Information and errors are logged to the console and errors logged to the file specified. A console output might look like:
```
(INFO): Filename is good!
(INFO): Validating file...
(ERROR): Length of row 7 is: 16 instead of 15
(ERROR): Please fix the table. Some rows have different numbers of columns to the header
(INFO): Rows with different numbers of columns to the header are not validated
(ERROR): {row: 1, column: "p_value"}: "-99" was not in the range [0, 1)
```
The errors from the output tell us that row seven has too many columns and row one does not have a valid pvalue.

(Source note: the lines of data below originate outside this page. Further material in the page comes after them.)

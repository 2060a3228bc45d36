"""What a command computes from several core steps, composed in the analysis layer (not in the CLI).

:func:`analyze_all` runs :func:`budget.analysis.run.analyze` and, when asked, the comparison with a
second circuit (``against`` a path), the comparison with an ensemble of random counterparts
(``against="random"``, :class:`RandomEnsemble`) and the randomly compiled copies (``ensemble``).
:func:`depth_of` reads a circuit and a model and sweeps the repetitions;
:func:`compensate_all` adds echo suggestions and the texts of the corrected circuit and model to
the virtual-Z compensation.

A single random counterpart is one sample (seed 1 and seed 7 can differ by 7 %); the circuit is
therefore set against ``draws`` counterparts drawn with seeds ``seed``, ``seed + 1``, … and compared
with their mean, with the spread (sample standard deviation) beside it. Counterparts keep the layer
structure (:func:`budget.analysis.compare.random_counterpart`), so idle error is not confounded.
"""

from __future__ import annotations

from dataclasses import dataclass
from typing import Any, Callable

import dataclasses

import numpy as np

from budget.analysis.compare import Comparison, random_counterpart
from budget.analysis.compensate import Compensation, compensate, corrected_circuit
from budget.analysis.compensate_model import updated_model_text, z_phase_updates
from budget.analysis.depth import DepthCurve, depth_curve
from budget.analysis.echo import echo_suggestions
from budget.analysis.randomized import EnsembleResult
from budget.analysis.randomized import ensemble as run_ensemble
from budget.analysis.ratios import Ratio, safe_ratio
from budget.analysis.result import BudgetResult
from budget.analysis.families import attach_grouped
from budget.analysis.run import analyze, analyze_noisy, read_circuit, read_model
from budget.circuit.qasm_write import to_qasm3
from budget.problems import InputError

Progress = Callable[[int, int], None]
MAX_DRAWS = 1000


@dataclass(frozen=True)
class RandomEnsemble:
    """The circuit against random counterparts with the same layer structure.

    Attributes:
        first: the circuit asked about.
        seeds: one seed per counterpart.
        naive, actual: each counterpart's values (None: beyond its engine's range).
        engine: the engine that ran the counterparts.
    """

    first: BudgetResult
    seeds: tuple[int, ...]
    naive: tuple[float, ...]
    actual: tuple[float | None, ...]
    engine: str

    @property
    def valid(self) -> np.ndarray:
        return np.array([a for a in self.actual if a is not None], dtype=float)

    @property
    def mean(self) -> float | None:
        return float(np.mean(self.valid)) if len(self.valid) else None

    @property
    def spread(self) -> float | None:
        """Sample standard deviation across counterparts (None with fewer than two)."""
        return float(np.std(self.valid, ddof=1)) if len(self.valid) > 1 else None

    @property
    def ratio(self) -> Ratio:
        """The circuit's actual infidelity ÷ the counterparts' mean."""
        return safe_ratio(self.first.actual, self.mean)

    @property
    def ratio_range(self) -> tuple[Ratio, Ratio]:
        """The circuit ÷ the largest and ÷ the smallest counterpart."""
        if not len(self.valid):
            return Ratio(None), Ratio(None)
        return (safe_ratio(self.first.actual, float(self.valid.max())),
                safe_ratio(self.first.actual, float(self.valid.min())))

    def to_dict(self) -> dict[str, Any]:
        low, high = self.ratio_range
        return {
            "draws": len(self.seeds),
            "seeds": list(self.seeds),
            "engine": self.engine,
            "naive": list(self.naive),
            "actual": list(self.actual),
            "mean": self.mean,
            "spread": self.spread,
            "actual_ratio": self.ratio.value,
            "ratio_note": self.ratio.why,
            "actual_ratio_range": [low.value, high.value],
        }


@dataclass(frozen=True)
class Analysis:
    """A budget and its optional companions (each None when not asked for)."""

    result: BudgetResult
    comparison: Comparison | None = None
    random: RandomEnsemble | None = None
    ensemble: EnsembleResult | None = None

    def to_dict(self) -> dict[str, Any]:
        """The budget's JSON (docs/json-schema.md) with ``against`` and ``ensemble`` when present."""
        out = self.result.to_dict()
        if self.comparison is not None:
            out["against"] = self.comparison.to_dict()
        if self.random is not None:
            out["against_random"] = self.random.to_dict()
        if self.ensemble is not None:
            out["ensemble"] = self.ensemble.to_dict()
        return out


def analyze_all(circuit: Any, errors: Any, *, cycles: int = 1, metric: str = "process", engine: str = "auto",
                observables: tuple[str, ...] = (), family_by: str = "gate", compare_twirled: bool = False,
                against: str | None = None, draws: int = 10, ensemble: int = 0, seed: int = 1,
                progress: Progress | None = None, logical: tuple[tuple[int, ...], ...] | None = None,
                truncate: float | None = None) -> Analysis:
    """The budget of ``circuit`` and the companions asked for (arguments as for
    :func:`budget.analysis.run.analyze`; ``against``: a circuit path or ``"random"``; ``draws``:
    random counterparts; ``ensemble``: randomly compiled copies; ``seed``: first seed of both;
    ``logical``: named logical observables of the detector metric; ``truncate``: the pauli
    engine's threshold for the main budget)."""
    if isinstance(draws, bool) or not isinstance(draws, int) or not 2 <= draws <= MAX_DRAWS:
        raise InputError(f"draws = {draws!r}: expected a whole number from 2 to {MAX_DRAWS}")
    model = read_model(errors)
    structured = read_circuit(circuit)
    if structured.has_mid_circuit and (ensemble or against == "random"):
        raise InputError(f"{structured.source}: --ensemble and --against random randomise gate layers and are "
                         f"computed for gate-only circuits ({structured.mid_circuit_reason()})")
    result = analyze(structured, model, cycles=cycles, metric=metric, engine=engine, observables=observables,
                     family_by=family_by, compare_twirled=compare_twirled, logical=logical,
                     truncate=truncate)
    comparison = random = copies = None
    whole = structured.with_cycles(cycles)
    if against == "random":
        naive, acc, name = [], [], ""
        seeds = tuple(range(seed, seed + draws))
        for i, s in enumerate(seeds):
            other = random_counterpart(whole, seed=s)
            r = analyze_noisy(attach_grouped(other, model, family_by), other, metric=metric, engine=engine)
            naive.append(r.naive_infidelity)
            acc.append(r.actual)
            name = r.engine
            if progress is not None:
                progress(i + 1, draws + ensemble)
        random = RandomEnsemble(result, seeds, tuple(naive), tuple(acc), name)
    elif against is not None:
        other = read_circuit(against).with_cycles(cycles)
        second = analyze(other, model, metric=metric, engine=engine, family_by=family_by,
                         compare_twirled=result.twirled_infidelity is not None)
        comparison = Comparison(result, second)
    if ensemble:
        done = draws if against == "random" else 0
        tick = None if progress is None else (lambda k, n: progress(done + k, done + n))
        copies = run_ensemble(attach_grouped(whole, model, family_by), count=ensemble, seed=seed, metric=metric,
                              engine=engine, progress=tick)
    return Analysis(result, comparison, random, copies)


def depth_of(circuit: Any, errors: Any, *, max_cycles: int, points: int = 25, metric: str = "process",
             engine: str = "auto", target: float | None = None, family_by: str = "gate",
             progress: Progress | None = None) -> DepthCurve:
    """The depth curves of ``circuit`` (a path or an object, as for
    :func:`budget.analysis.run.analyze`) under ``errors``: the model attached with families per
    ``family_by``, then :func:`budget.analysis.depth.depth_curve` (other arguments as there)."""
    block = attach_grouped(read_circuit(circuit), read_model(errors), family_by)
    return depth_curve(block, max_cycles=max_cycles, points=points, metric=metric, engine=engine, target=target,
                       progress=progress)


@dataclass(frozen=True)
class CompensationFiles:
    """A verified compensation with what it asked to be written (None: not asked for).

    Attributes:
        result: the compensation (with its echo suggestions when asked for).
        circuit_text: the corrected circuit as OpenQASM 3 (the added rz gates).
        model_text: the model file with the corrections folded into gates' z_phase.
    """

    result: Compensation
    circuit_text: str | None = None
    model_text: str | None = None


def compensate_all(circuit: Any, errors: Any, *, cycles: int = 1, metric: str = "process", engine: str = "auto",
                   points: str = "all", echoes: bool = False, circuit_text: bool = False,
                   model_text: bool = False) -> CompensationFiles:
    """:func:`budget.analysis.compensate.compensate` and, when asked, echo suggestions
    (:func:`budget.analysis.echo.echo_suggestions`, one engine run per candidate), the corrected
    circuit's text and the model text with the corrections folded in (``errors`` a TOML path).

    Raises:
        InputError: as :func:`compensate`; a correction that cannot go into one gate's z_phase
            when ``model_text`` is asked for.
    """
    result = compensate(circuit, errors, cycles=cycles, metric=metric, engine=engine, points=points)
    structured = read_circuit(circuit).with_cycles(cycles)
    if echoes:
        result = dataclasses.replace(result, echoes=echo_suggestions(
            structured, read_model(errors), metric=metric, engine=engine, before=result.before))
    qasm = folded = None
    if circuit_text:
        qasm = to_qasm3(corrected_circuit(structured, result.corrections),
                        header=f"{structured.source} with virtual-Z corrections from budget compensate"
                        f"\n(--cycles {cycles} included; model {errors})")
    if model_text:
        folded = updated_model_text(errors, z_phase_updates(structured, read_model(errors), result.corrections))
    return CompensationFiles(result, qasm, folded)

If these rows are not fixed, they will later be dropped and not converted to HDF5. 

### Addional options
- `--linelimit` : _int, default 1000_

   Once this number of erroneous rows has been reached, stop looking for more.
- `--minrows` : _int, default 100000_

   The minimum number of rows the file is required to have in order to validate sucZZcessfully.
- `--drop-bad-lines` : _bool, default False_

   Drops the the lines with errors from the file and writes it to a new file called <file_to_validate.tsv.valid>
- `--stage` : _{'standard', 'harmonised', 'curated'}, default 'standard'_

   The stage the file is in. It is either standard format ('standard'), harmonised ('harmonised') or pre-standard in the custom curated format ('curated'). Recommended to leave as default.